Work to complete: Count up the lines holding "unexplained" in the material, then reply with only the number.

START Extracted records

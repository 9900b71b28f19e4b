import { addCut, mergeNumeric, moveCut, type FineClasses, type NumericBins } from '@tallystone/numeric/bench';
import { utilisation } from '../testing/characteristics';
import {
  act,
  begin,
  currentBins,
  explain,
  keepMine,
  mostSteps,
  reachable,
  redo,
  reset,
  settled,
  takeTheirs,
  toSave,
  undo,
  unexplained,
  type History,
} from './history';

const fine: FineClasses = utilisation.fine;
const automatic: NumericBins = { kind: 'numeric', edges: [20, 40], special: ['own'], missing: 'own' };
let clock = 0;
let ids = 0;
const later = (history: History, make: (bins: NumericBins) => ReturnType<typeof moveCut>, after = 5000): History => {
  clock += after;
  const edit = make(currentBins(history) as NumericBins);
  if (!edit) throw new Error('The edit cannot be done');
  return act(history, edit, `id-${ids++}`, clock);
};

describe('the history of a bench', () => {
  it('chains edits from the automatic bins and takes them back', () => {
    let history = begin(automatic, []);
    history = later(history, (bins) => addCut(fine, bins, 60));
    history = later(history, (bins) => mergeNumeric(fine, bins, 0));
    expect(currentBins(history)).toEqual({ ...automatic, edges: [40, 60] });
    expect(history.edits[0].before).toEqual(automatic);
    expect(history.edits[1].before).toEqual(history.edits[0].after);
    const back = undo(undo(history));
    expect(currentBins(back)).toEqual(automatic);
    expect(toSave(back)).toEqual({ bins: automatic, edits: [] });
    expect(redo(redo(back)).edits).toEqual(history.edits);
    expect(undo(back)).toBe(back);
    expect(redo(history)).toBe(history);
  });

  it('keeps fifty steps', () => {
    let history = begin(automatic, []);
    for (let step = 0; step < 60; step++) history = later(history, (bins) => moveCut(fine, bins, 0, step % 2 === 0 ? 10 : 20));
    for (let step = 0; step < mostSteps; step++) history = undo(history);
    expect(history.edits).toHaveLength(60 - mostSteps);
    expect(undo(history)).toBe(history);
    for (let step = 0; step < mostSteps; step++) history = redo(history);
    expect(history.edits).toHaveLength(60);
  });

  it('takes quick moves of one cut as one edit, and none when it is back where it was', () => {
    let history = begin(automatic, []);
    history = later(history, (bins) => moveCut(fine, bins, 0, 30));
    history = later(history, (bins) => moveCut(fine, bins, 0, 10), 300);
    expect(history.edits).toMatchObject([{ what: 'Cut moved from 20 to 10', before: automatic, after: { edges: [10, 40] } }]);
    expect(currentBins(undo(history))).toEqual(automatic);
    history = later(history, (bins) => moveCut(fine, bins, 0, 20), 300);
    expect(history.edits).toEqual([]);
    expect(undo(history)).toBe(history);
    history = later(history, (bins) => moveCut(fine, bins, 0, 10));
    history = later(history, (bins) => moveCut(fine, bins, 1, 60), 300);
    expect(history.edits).toHaveLength(2);
  });

  it('takes a quick move as an edit of its own once the one before has been sent', () => {
    let history = later(begin(automatic, []), (bins) => moveCut(fine, bins, 0, 30));
    const [sent] = history.edits;
    history = later(settled(history), (bins) => moveCut(fine, bins, 0, 10), 300);
    expect(history.edits[0]).toBe(sent);
    expect(history.edits).toMatchObject([{ what: 'Cut moved from 20 to 30' }, { what: 'Cut moved from 30 to 10' }]);
    expect(undo(history).edits).toEqual([sent]);
  });

  it('has no edit that changes nothing', () => {
    const history = later(begin(automatic, []), (bins) => moveCut(fine, bins, 0, 30));
    const same = { kind: 'cut moved', what: 'Cut moved from 20 to 30', bins: currentBins(history) } as const;
    expect(act(history, same, 'again', clock + 5000)).toBe(history);
    expect(act(history, same, 'at once', clock + 1)).toBe(history);
  });

  it('a new edit ends what could be redone', () => {
    let history = later(begin(automatic, []), (bins) => addCut(fine, bins, 60));
    history = undo(history);
    history = later(history, (bins) => addCut(fine, bins, 80));
    expect(redo(history)).toBe(history);
  });

  it('gives reasons that undo does not take away', () => {
    let history = later(begin(automatic, []), (bins) => addCut(fine, bins, 60));
    const [{ id }] = history.edits;
    history = later(history, (bins) => addCut(fine, bins, 80));
    history = explain(history, id, { code: 'round number', text: '' });
    expect(unexplained(history)).toBe(1);
    expect(undo(history).edits[0].reason).toEqual({ code: 'round number', text: '' });
    expect(redo(undo(undo(history))).edits[0].reason).toEqual({ code: 'round number', text: '' });
  });

  it('resets to automatic as a step like any other', () => {
    const history = later(begin(automatic, []), (bins) => addCut(fine, bins, 60));
    const fresh = reset(history);
    expect(currentBins(fresh)).toEqual(automatic);
    expect(undo(fresh).edits).toEqual(history.edits);
    expect(reset(fresh)).toBe(fresh);
  });

  it('goes back through what is stored, fifty steps at most', () => {
    let history = begin(automatic, []);
    for (let step = 0; step < 60; step++) history = later(history, (bins) => moveCut(fine, bins, 0, step % 2 === 0 ? 10 : 20));
    history = explain(history, history.edits[58].id, { code: 'round number', text: '' });
    let read = begin(automatic, history.edits);
    expect(currentBins(read)).toEqual(currentBins(history));
    for (let made = 59; made >= 60 - mostSteps; made--) {
      read = undo(read);
      expect(read.edits).toEqual(history.edits.slice(0, made));
    }
    expect(undo(read)).toBe(read);
    expect(redo(read).edits).toHaveLength(11);
    // A quick move after reading is an edit of its own: the stored one stays as it was saved.
    const next = later(begin(automatic, history.edits.slice(0, 1)), (bins) => moveCut(fine, bins, 0, 30), 1);
    expect(next.edits).toHaveLength(2);
  });

  describe('when somebody else saved first', () => {
    const newId = (): string => `new-${ids++}`;
    const saved = (history: History) => ({ automatic, current: currentBins(history), editList: history.edits });
    /** Every edit begins where the one before ended: what the server asks of a save. */
    const joins = (history: History): void => {
      let from = history.automatic;
      for (const edit of history.edits) {
        expect(edit.before).toEqual(from);
        from = edit.after;
      }
      expect(new Set(history.edits.map(({ id }) => id)).size).toBe(history.edits.length);
    };
    const shared = later(begin(automatic, []), (bins) => addCut(fine, bins, 80));
    const theirs = later(shared, (bins) => addCut(fine, bins, 90));
    let mine = later(shared, (bins) => mergeNumeric(fine, bins, 0));
    mine = later(mine, (bins) => addCut(fine, bins, 60));
    mine = explain(mine, mine.edits[1].id, { code: 'bin too small', text: 'of old customers' });
    mine = explain(mine, mine.edits[0].id, { code: 'round number', text: '' });

    it('keeps mine with every edit of mine as it was made, and theirs in the chain', () => {
      const kept = keepMine(saved(theirs), mine, 'those of Colin', newId);
      joins(kept);
      expect(currentBins(kept)).toEqual(currentBins(mine));
      expect(kept.edits.map(({ what }) => what)).toEqual([
        'Cut added at 80',
        'Cut added at 90',
        'Kept own bins over those of Colin',
        'Merged under 20 with 20 to under 40',
        'Cut added at 60',
      ]);
      expect(kept.edits.map(({ reason }) => reason?.code ?? null)).toEqual(['round number', null, null, 'bin too small', null]);
      expect(kept.edits[3]).toEqual(mine.edits[1]);
      // Own edits one by one, the one between, and then theirs.
      expect(currentBins(undo(undo(undo(kept))))).toEqual(currentBins(theirs));
    });

    it('needs no edit between where theirs ends at what both began with', () => {
      const kept = keepMine(saved(shared), mine, 'those of Colin', newId);
      expect(kept.edits).toEqual(mine.edits);
      expect(keepMine(saved(mine), mine, 'those of Colin', newId).edits).toEqual(mine.edits);
    });

    it('keeps what was taken back here, and edits that both took back or made again', () => {
      // Mine is one of the stored edits less; theirs has one more.
      const fewer = undo(shared);
      const kept = keepMine(saved(theirs), fewer, 'those of Colin', newId);
      joins(kept);
      expect(kept.edits.map(({ kind }) => kind)).toEqual(['cut added', 'cut added', 'kept own']);
      expect(currentBins(kept)).toEqual(automatic);
      // They took the first edit back that both had: it is made again with mine.
      const without = later(undo(shared), (bins) => addCut(fine, bins, 70));
      const again = keepMine(saved(without), mine, 'those of Colin', newId);
      joins(again);
      expect(again.edits.map(({ id }) => id).slice(2)).toEqual(mine.edits.map(({ id }) => id));
      // They put it behind an edit of their own: it stands in the list already and gets an id of its own.
      const behind = keepMine(saved(without), shared, 'those of Colin', newId);
      const twice = keepMine(saved(behind), mine, 'those of Colin', newId);
      joins(twice);
      expect(currentBins(twice)).toEqual(currentBins(mine));
    });

    it('keeps edits over bins that were classed anew', () => {
      const anew: NumericBins = { ...automatic, edges: [50] };
      const kept = keepMine({ automatic: anew, current: anew, editList: [] }, mine, 'those classed anew', newId);
      joins(kept);
      expect(kept.edits.map(({ kind }) => kind)).toEqual(['kept own', 'cut added', 'bins merged', 'cut added']);
      expect(kept.edits[0]).toMatchObject({ before: anew, after: automatic });
      expect(currentBins(kept)).toEqual(currentBins(mine));
    });

    it('takes theirs with reasons that were given here, and undo comes to mine first', () => {
      const taken = takeTheirs(saved(theirs), mine);
      expect(currentBins(taken)).toEqual(currentBins(theirs));
      expect(taken.edits.map(({ reason }) => reason?.code ?? null)).toEqual(['round number', null]);
      const kept = keepMine(saved(theirs), mine, 'those of Colin', newId);
      const history = reachable(taken, kept);
      expect(history.edits).toEqual(taken.edits);
      expect(undo(history).edits).toEqual(kept.edits);
      expect(undo(undo(history)).edits).toEqual(taken.edits);
      expect(redo(undo(history)).edits).toEqual(taken.edits);
    });
  });
});
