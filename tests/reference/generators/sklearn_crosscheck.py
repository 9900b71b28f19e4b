"""Makes the intercepts of expected/sklearn_crosscheck.json again.

Debian: python3-numpy python3-sklearn. Run in tests/reference: python3 generators/sklearn_crosscheck.py
C = 1/(lambda sum w); scikit-learn never standardises, so columns are z-scored with the weighted population deviation and brought back.
"""
import csv
import json

import numpy as np
from sklearn.linear_model import LogisticRegression

cases = {fit["id"]: fit for fit in json.load(open("expected/penalised_logistic_fits.json"))["fits"]}
rows = json.load(open("expected/sklearn_crosscheck.json"))["rows"]
with open("data/german_credit_woe.csv") as file:
    table = list(csv.DictReader(file))
y = np.array([float(row["bad"]) for row in table])
for row in rows:
    case = cases[row["id"]]
    x = np.array([[float(record[name]) for name in case["x"]] for record in table])
    w = np.ones(len(y))
    if case["weights"].startswith("weight of"):
        w = (np.arange(1, len(y) + 1) % 3) + 1.0
    elif case["weights"].startswith("prior"):
        w = np.where(y == 1, 0.05 / y.mean(), 0.95 / (1 - y.mean()))
    mean, scale = np.zeros(x.shape[1]), np.ones(x.shape[1])
    if case["standardize"]:
        mean = np.average(x, axis=0, weights=w)
        scale = np.sqrt(np.average((x - mean) ** 2, axis=0, weights=w))
    # lbfgs and liblinear stop where they stop: no oracles, and liblinear never reaches a tight tolerance on the lasso.
    tight = row["solver"] in ("newton-cholesky", "saga")
    model = LogisticRegression(penalty=row["penalty"], C=1 / (row["lambda"] * w.sum()), solver=row["solver"], tol=1e-14 if tight else 1e-4,
                               max_iter=1000000 if tight else 1000,
                               l1_ratio=case["alpha"] if row["penalty"] == "elasticnet" else None)
    model.fit((x - mean) / scale, y, sample_weight=w)
    coefficients = model.coef_[0] / scale
    intercept = float(model.intercept_[0] - coefficients @ mean)
    print(json.dumps({"id": row["id"], "lambda": row["lambda"], "solver": row["solver"], "intercept": intercept, "was": row["intercept"]}))
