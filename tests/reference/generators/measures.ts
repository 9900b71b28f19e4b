/**
 * Makes expected/measures.json: what R, pROC, scikit-learn and SciPy say about the data that check/measures-draw.ts draws from seed 1.
 * Debian: r-base-core r-cran-glmnet r-cran-proc python3-sklearn. Run in the project's folder: npx tsx tests/reference/generators/measures.ts
 */
import { mkdtempSync, rmSync, writeFileSync } from 'node:fs';
import { tmpdir } from 'node:os';
import { join } from 'node:path';
import { Generator } from '@tallystone/numeric';
import { draw, write } from '../check/measures-draw';
import { answersOfPython, answersOfR, versions } from '../check/programs';

const SEED = 1;
const folder = mkdtempSync(join(tmpdir(), 'tallystone-measures-'));
try {
  write(folder, draw(new Generator(SEED, 1000)));
  const python = answersOfPython('measures.py', folder);
  if (!python) throw new Error('scikit-learn is not here');
  const file = {
    name: 'Metrics, intervals, tests and distributions of drawn data, by other programs',
    source: versions(),
    seed: SEED,
    r: Object.fromEntries(answersOfR('measures.R', folder)),
    python: Object.fromEntries(python),
  };
  writeFileSync(new URL('../expected/measures.json', import.meta.url), JSON.stringify(file, undefined, 1) + '\n');
} finally {
  rmSync(folder, { recursive: true, force: true });
}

END Extracted records

Response area: 2